A long jumper leaves the ground at an angle of 20 degrees and travels a horizontal distanceof 7.0m before landing. What is the takeoff speed of the jumper?

To be honest I really don't know how to solve it. A step-by-step explantion would be helpful.

Horizontal:

7=viCos20*timeinair
timeinair=7/Vicos20

Vertical:
hf=hi+ViSin20*t-4.9t^2
put the timeinair expression in for time
0=0+ViSin20(7/cos20)-4.9(49/cos^2 20)

compute Vi

To solve this problem, we can use the principles of projectile motion. Let's break it down step by step:

Step 1: Understand the problem
The problem asks for the takeoff speed of the jumper.
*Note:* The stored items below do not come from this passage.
def test_address_map_lookup(tmp_path: Any, amap: str) -> None:
    m = TR.load_address_map(amap, DEMO)
    # same-node prefixes may nest: merged, not an error
    q = tmp_path / "nest.yaml"
    q.write_text("w1: [10.0.0.0/8, 10.1.0.0/16, 10.1.2.3]\ne1: [11.0.0.0/8]\n")
    n = TR.load_address_map(str(q), DEMO)
    assert n.lookup_text("10.200.0.1") == DEMO.index["w1"] and n.lookup_text("11.0.0.0") == DEMO.index["e1"]
    assert n.lookup_text("12.0.0.0") == -1 and n.lookup_text("9.255.255.255") == -1
    assert m.lookup_text("fd00:0:0:2:ffff::1") == DEMO.index["w2"]
    assert m.lookup_text("10.1.33.8") == -1 and m.lookup_text("10.2.1.1") == DEMO.index["r1"]
    assert m.lookup_text("w1") is None


# ---- flow logs -----------------------------------------------------------------------------------
def test_csv_and_jsonl_flow_logs(tmp_path: Any, amap: str) -> None:
    c = tmp_path / "flows.csv"
    c.write_text("time,source,destination,bytes,packets,duration_s\n"
                 "100.5,w1,e3,4000,4,1.0\n"
                 "100.0,10.0.2.9,10.1.3.1,1500,,\n"
                 "101,w1,w1,100,1,0\n"
                 "102,w1,203.0.113.5,100,2,0\n")
    src = TR.load_traffic(str(c), DEMO, amap)
    assert src.t.tolist() == [0.0, 0.5, 0.75, 1.0, 1.25]
    assert src.src.tolist() == [DEMO.index["w2"]] + [DEMO.index["w1"]] * 4
    assert src.bits.tolist() == [12000.0] + [8000.0] * 4
    assert src.report.skipped["same_node"] == 1 and src.report.skipped["unmapped_destination"] == 2
    j = tmp_path / "flows.jsonl"
    j.write_text('{"time": "2026-12-01T10:00:00.5Z", "source": "e3", "destination": "w2", "bytes": 64}\n'
                 '\n'
                 '{"time": "2026-12-01T10:00:00Z", "source": "w2", "destination": "e3", "bytes": 64}\n')
    src = TR.load_traffic(str(j), DEMO, None, speed=2)
    assert src.t.tolist() == [0.0, 0.25] and src.report.reordered == 1
    assert src.report.first_time_s == 1796119200.0


def test_flow_log_errors_name_the_line(tmp_path: Any) -> None:
    c = tmp_path / "bad.csv"
    c.write_text("time,source,destination,bytes\n"
                 "1,w1,e3,100\n"
                 "x,w1,e3,100\n"         # line 3
                 "2,w1,nowhere,100\n"    # line 4
                 "3,w1,e3,-5\n"          # line 5
                 "4,w1,e3\n")            # line 6
    with pytest.raises(TR.TraceError) as ei:
        TR.load_traffic(str(c), DEMO, None)
    msg = str(ei.value)
    for line in (3, 4, 5, 6):
        assert f"{c}:{line}:" in msg
    assert "nowhere" in msg and "neither a node" in msg
    h = tmp_path / "nohdr.csv"
    h.write_text("t,src,dst,size\n")
    with pytest.raises(TR.TraceError, match=r"lacks the column\(s\) time, source, destination, bytes"):
        TR.load_traffic(str(h), DEMO, None)
    j = tmp_path / "bad.jsonl"
    j.write_text('{"time": 1, "source": "w1", "destination": "e3", "bytes": 10}\n{"time": \n')
    with pytest.raises(TR.TraceError, match=rf"{j}:2:.*is not JSON"):
        TR.load_traffic(str(j), DEMO, None)


# ---- through the simulator --------------------------------------------------------------------------
def test_simulated_run_injects_exactly_the_trace(tmp_path: Any, amap: str) -> None:
    p = str(tmp_path / "c.pcap")
    write_pcap(p, frames())
    res = run_sim({"policy": "shortest", "traffic": p, "address_map": amap, "warmup_s": 0.0,
                   "seed": 1, "duration_s": None})
    s = res["summary"]
    ex = expected()
    assert s["offered"] == len(ex["src"]) == s["delivered"] == s["trace_injected"]
    assert s["trace_records"] == len(PACKETS) and s["trace_not_injected"] == 3
    assert s["duration_s"] == pytest.approx(ex["t"][-1] + TR.DRAIN_S)
    assert res["trace"]["skipped"]["same_node"] == 1
    # --duration shorter than the trace: the rest is counted, not lost silently
    res = run_sim({"policy": "shortest", "traffic": p, "address_map": amap, "warmup_s": 0.0,
                   "seed": 1, "duration_s": 0.5})
    assert res["summary"]["offered"] == 3 and res["summary"]["trace_skipped_after_duration"] == 1


def test_simulate_command_with_a_trace(tmp_path: Any, amap: str, capsys: pytest.CaptureFixture[str]) -> None:
    from routerd.tools.cli import main

    p = str(tmp_path / "c.pcapng")
    write_pcapng(p, frames())
    out = str(tmp_path / "o")
    assert main(["simulate", "--policy", "qrouting", "--traffic", p, "--address-map", amap,
                 "--seed", "1", "--speed", "2", "--warmup", "0", "--out", out, "--quiet"]) == 0
    text = capsys.readouterr().out
    assert "4 packets injected over 1 s (speed x2)" in text and "unmapped source: 1" in text
    with open(os.path.join(out, "summary.json")) as fh:
        assert json.load(fh)["offered"] == 4
    assert main(["simulate", "--policy", "shortest", "--seed", "1", "--out", out]) == 2
    assert "--rate" in capsys.readouterr().err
We are given the angle of takeoff (20 degrees) and the horizontal distance traveled (7.0m). We need to find the initial speed of the jumper.

Step 2: Identify the relevant equations
Since we are dealing with projectile motion, we can use the following kinematic equations:

- Horizontal velocity (Vx) = initial speed (V0) * cos(angle)
- Vertical velocity (Vy) = initial speed (V0) * sin(angle)

Step 3: Apply the equations to find the initial speed
We know that the horizontal distance traveled (7.0m) is equal to the horizontal velocity multiplied by the time of flight. Since there is no acceleration in the horizontal direction, we can write:

7.0m = V0 * cos(20 degrees) * t

Similarly, we can find the time of flight using the vertical motion equation:

0 = V0 * sin(20 degrees) * t - (g * t^2) / 2

Here, 'g' represents the acceleration due to gravity (approximately 9.8 m/s^2).

Step 4: Solve the equations
We have two equations and two unknowns (V0 and t). We can solve them simultaneously to find the values.

From the first equation, we can isolate t:

t = 7.0m / (V0 * cos(20 degrees))

Substituting this value of t in the second equation:

0 = V0 * sin(20 degrees) * (7.0m / (V0 * cos(20 degrees))) - (g * (7.0m / (V0 * cos(20 degrees))))^2 / 2

This equation can be rearranged to isolate V0:

0 = V0 * sin(20 degrees) * (1 / cos(20 degrees)) - (g * (7.0m)^2) / (V0^2 * (cos(20 degrees))^3) / 2

Simplifying:

V0 = (g * (7.0m)^2 * (cos(20 degrees))^3) / (2 * sin(20 degrees) * cos(20 degrees))

Step 5: Calculate the result
Using the given values of 'g', 'm', and the trigonometric functions, we can plug them into the equation to find the value of V0:

V0 = (9.8 m/s^2 * (7.0m)^2 * (cos(20 degrees))^3) / (2 * sin(20 degrees) * cos(20 degrees))

Using a calculator or math software, you can evaluate this expression to find the takeoff speed of the jumper.